[Recorded data]
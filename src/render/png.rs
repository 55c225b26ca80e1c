//! PNG copies of the SVG charts, rasterised with resvg. Fonts come from the
//! system (fontdb); with none installed, text is left out of the PNG.

use super::charts::ChartError;
use resvg::{tiny_skia, usvg};
use std::sync::OnceLock;

fn options() -> &'static usvg::Options<'static> {
    static OPTS: OnceLock<usvg::Options<'static>> = OnceLock::new();
    OPTS.get_or_init(|| {
        let mut o = usvg::Options::default();
        let db = o.fontdb_mut();
        db.load_system_fonts();
        // Charts ask for the generic "sans-serif": point it at a font that
        // is actually installed.
        let families: Vec<String> = db
            .faces()
            .flat_map(|f| f.families.iter().map(|x| x.0.clone()))
            .collect();
        let pick = [
            "DejaVu Sans",
            "Liberation Sans",
            "Noto Sans",
            "Arial",
            "FreeSans",
        ]
        .iter()
        .find(|p| families.iter().any(|f| f == *p))
        .map(|p| p.to_string())
        .or_else(|| families.first().cloned());
        if let Some(f) = pick {
            db.set_sans_serif_family(f);
        }
        o
    })
}

/// Whether any system font was found (PNG text needs one).
pub fn have_fonts() -> bool {
    !options().fontdb.is_empty()
}

/// Rasterises an SVG at its own size, on a white background.
pub fn svg_to_png(svg: &str) -> Result<Vec<u8>, ChartError> {
    let tree = usvg::Tree::from_str(svg, options())?;
    let size = tree.size().to_int_size();
    let mut pixmap =
        tiny_skia::Pixmap::new(size.width(), size.height()).ok_or(ChartError::NoSize)?;
    pixmap.fill(tiny_skia::Color::WHITE);
    resvg::render(&tree, tiny_skia::Transform::default(), &mut pixmap.as_mut());
    pixmap
        .encode_png()
        .map_err(|e| ChartError::Png(e.to_string()))
}
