//! Renderers: turn result structs into bytes (terminal tables, CSV, JSON).
//! No computation happens here; one writer owns output paths.

pub mod table;
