#[cfg(test)]
mod tests {
    use super::*;

    #[test]
    fn top_values_from_a_heap_equal_the_sorted_head() {
        use rand::{RngExt, SeedableRng};
        let mut rng = rand_chacha::ChaCha8Rng::seed_from_u64(9);
        for n in [0usize, 1, 5, 100, 1000] {
            let v: Vec<f64> = (0..n)
                .map(|_| (rng.random_range(-40..40) as f64) / 4.0)
                .collect();
            let mut sorted: Vec<f64> = v.iter().map(|x| x.abs()).collect();
            sorted.sort_by(|a, b| b.total_cmp(a));
            for k in [0usize, 1, 3, 10, 2000] {
                assert_eq!(
                    top_abs(v.iter().map(|x| x.abs()), k),
                    sorted[..k.min(n)].to_vec(),
                    "n {n} k {k}"
                );
            }
        }
    }

    #[test]
    fn top_values_through_a_threshold_equal_the_heap_ones() {
        use rand::{RngExt, SeedableRng};
        let mut rng = rand_chacha::ChaCha8Rng::seed_from_u64(12);
        for (n, spread) in [(70_000usize, 40i64), (200_000, 4), (300_000, 1_000_000)] {
            // Few distinct values (many ties at the cut) and many.
            let v: Vec<f64> = (0..n)
                .map(|_| (rng.random_range(-spread..spread) as f64) / 4.0)
                .collect();
            for k in [1usize, 5, 100, n / 100, n / 9] {
                assert_eq!(
                    top_abs_of(&v, k),
                    top_abs(v.iter().map(|x| x.abs()), k),
                    "n {n} spread {spread} k {k}"
                );
            }
        }
    }

    #[test]
    fn quantile_by_selection_equals_the_sorted_one() {
        use rand::{RngExt, SeedableRng};
        let mut rng = rand_chacha::ChaCha8Rng::seed_from_u64(5);
        for n in [1usize, 2, 3, 10, 101, 1000] {
            let v: Vec<f64> = (0..n)
                .map(|_| (rng.random_range(0..50) as f64) / 4.0)
                .collect();
            let mut sorted = v.clone();
            sorted.sort_by(f64::total_cmp);
            for q in [0.0, 0.01, 0.25, 0.5, 0.9, 0.99, 1.0] {
                assert_eq!(
                    quantile_type7_unsorted(&mut v.clone(), q),
                    quantile_type7(&sorted, q),
                    "n {n} q {q}"
                );
            }
        }
    }

    #[test]
    fn union_in_close_order_equals_the_sorted_union() {
        use rand::{RngExt, SeedableRng};
        let mut rng = rand_chacha::ChaCha8Rng::seed_from_u64(3);
        for _ in 0..500 {
            let n = rng.random_range(0..40);
            let mut iv: Vec<(i64, i64)> = (0..n)
                .map(|_| {
                    let a = rng.random_range(0..200);
                    (a, a + rng.random_range(0..30))
                })
                .collect();
            iv.sort_by_key(|&(a, b)| (b, a));
            assert_eq!(
                union_length(iv.iter().copied()),
                union_within(iv.clone(), None),
                "{iv:?}"
            );
        }
    }

    /// REFERENCES.md §4.5 reference trade list (scipy/numpy computed).
    const REF: [f64; 10] = [
        250.0, -100.0, 75.0, -50.0, 400.0, -200.0, 125.0, 30.0, -80.0, 150.0,
    ];

    fn close(a: f64, b: f64) -> bool {
        (a - b).abs() <= 1e-9 * b.abs().max(1.0)
    }

    #[test]
    fn reference_trade_list() {
        let t: Vec<i64> = (0..10).map(|i| i * DAY_MS).collect();
        let ctx = Context {
            span: (0, 9 * DAY_MS),
            report_zone: Zone::Utc,
            initial_equity: None,
            tcr_p: 10.0,
        };
        let m = compute(
            &Curve {
                pnl: &REF,
                trade: &[0, 1, 2, 3, 4, 5, 6, 7, 8, 9],
                opened: &t,
                closed: &t,
                tail: &[],
            },
            &ctx,
        );
        assert_eq!((m.trades, m.wins, m.losses), (10, 6, 4));
        assert!(
            close(m.net, 600.0) && close(m.gross_profit, 1030.0) && close(m.gross_loss, -430.0)
        );
        assert!(close(m.profit_factor.unwrap(), 2.395348837209302));
        assert!(close(m.win_rate.unwrap(), 0.6));
        assert!(close(m.t_stat.unwrap(), 1.056905286528691));
        assert!(close(m.max_drawdown.unwrap(), 200.0));
        // k = ceil(10 × 10 / 100) = 1 → 400 / 146.
        assert!(close(m.tcr.unwrap(), 2.73972602739726));
        assert!(close(tcr(&REF, 20.0).unwrap(), 2.2260273972602738));
        assert!(close(tcr(&REF, 30.0).unwrap(), 1.9406392694063925));
        assert!(close(sortino(&REF, 1.0).unwrap(), 0.7817962860855644));
        assert!(close(sharpe(&REF, 1.0).unwrap(), 0.33422279765035395));
    }

    /// Red Rock Capital "Sortino: A 'Sharper' Ratio" worked example
    /// (REFERENCES.md §4.2): annual returns, target 0 → 4.417261042993862.
    #[test]
    fn sortino_and_sharpe_match_a_published_worked_example() {
        let r = [0.17, 0.15, 0.23, -0.05, 0.12, 0.09, 0.13, -0.04];
        assert!(close(sortino(&r, 1.0).unwrap(), 4.417261042993862));
        assert!(close(sharpe(&r, 1.0).unwrap(), 1.0160946695958604));
        let daily = [0.01, -0.005, 0.007, 0.002, -0.003];
        assert!(close(sharpe(&daily, 252.0).unwrap(), 5.474264111966791));
    }

    #[test]
    fn tcr_of_equal_and_single_outsized_trades() {
        assert_eq!(tcr(&[5.0; 37], 1.0), Some(1.0));
        // One huge trade among n: k = 1 at 1 % for n ≤ 100.
        let mut v = vec![1.0; 99];
        v.push(1000.0);
        let expect = 1000.0 / (1099.0 / 100.0);
        assert!(close(tcr(&v, 1.0).unwrap(), expect));
        // Whole n·p/100: factor 100/p times the top share.
        let v: Vec<f64> = (1..=300).map(|i| i as f64).collect();
        let total: f64 = v.iter().sum();
        for (p, factor, k) in [(1.0, 100.0, 3), (2.0, 50.0, 6), (4.0, 25.0, 12)] {
            let top: f64 = v[300 - k..].iter().sum();
            assert!(close(tcr(&v, p).unwrap(), top / total * factor), "p={p}");
            assert_eq!(tcr_k(300, p), k);
        }
        // Non-whole: n = 150, 1 % → 1.5 → k = 2.
        assert_eq!(tcr_k(150, 1.0), 2);
        assert_eq!(tcr_k(5, 1.0), 1);
        assert_eq!(tcr(&[0.0, 0.0], 1.0), None);
    }

    #[test]
    fn quantile_matches_numpy_linear() {
        // numpy.quantile([1, 2, 3, 4, 10], q) (linear): 0.5 → 3, 0.9 → 7.6, 0.99 → 9.76 (hand-checked: h = 4q).
        let s = [1.0, 2.0, 3.0, 4.0, 10.0];
        assert!(close(quantile_type7(&s, 0.5).unwrap(), 3.0));
        assert!(close(quantile_type7(&s, 0.9).unwrap(), 7.6));
        assert!(close(quantile_type7(&s, 0.99).unwrap(), 9.76));
    }

    #[test]
    fn drawdown_counts_the_starting_peak_and_durations() {
        assert_eq!(max_drawdown(&[-10.0, 5.0], 0.0).0, 10.0);
        let (dd, pct) = max_drawdown(&[10.0, -20.0, 5.0], 100.0);
        assert_eq!(dd, 20.0);
        assert!(close(pct.unwrap(), 20.0 / 110.0));
        let t: Vec<i64> = vec![DAY_MS, 3 * DAY_MS, 4 * DAY_MS, 10 * DAY_MS];
        let pnl = [5.0, -3.0, 1.0, 4.0];
        let ctx = Context {
            span: (0, 12 * DAY_MS),
            report_zone: Zone::Utc,
            initial_equity: None,
            tcr_p: 1.0,
        };
        // Peak at day 1 (5), recovered at day 10 (7) → 9 days.
        assert_eq!(
            walk_closes(
                &Curve {
                    pnl: &pnl,
                    trade: &[0, 1, 2, 3],
                    opened: &t,
                    closed: &t,
                    tail: &[]
                },
                &ctx
            )
            .1,
            9.0
        );
        assert_eq!(union_length([(0, 10), (5, 12), (20, 25)].into_iter()), 17);
        assert_eq!(
            union_within(vec![(0, 10), (5, 20), (30, 40)], Some((0, 35))),
            25
        );
    }
}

**WORK REQUEST**
What is needed is an exact copy of the entries from their first line down to the line with "families.iter().any(|f| f == *p))", that line included, and nothing beyond it.

**RESULT OF THIS TASK**
filename src/render/png.rs
repository 55c225b26ca80e1c
//! PNG copies of the SVG charts, rasterised with resvg. Fonts come from the
//! system (fontdb); with none installed, text is left out of the PNG.

use super::charts::ChartError;
use resvg::{tiny_skia, usvg};
use std::sync::OnceLock;

fn options() -> &'static usvg::Options<'static> {
    static OPTS: OnceLock<usvg::Options<'static>> = OnceLock::new();
    OPTS.get_or_init(|| {
        let mut o = usvg::Options::default();
        let db = o.fontdb_mut();
        db.load_system_fonts();
        // Charts ask for the generic "sans-serif": point it at a font that
        // is actually installed.
        let families: Vec<String> = db
            .faces()
            .flat_map(|f| f.families.iter().map(|x| x.0.clone()))
            .collect();
        let pick = [
            "DejaVu Sans",
            "Liberation Sans",
            "Noto Sans",
            "Arial",
            "FreeSans",
        ]
        .iter()
        .find(|p| families.iter().any(|f| f == *p))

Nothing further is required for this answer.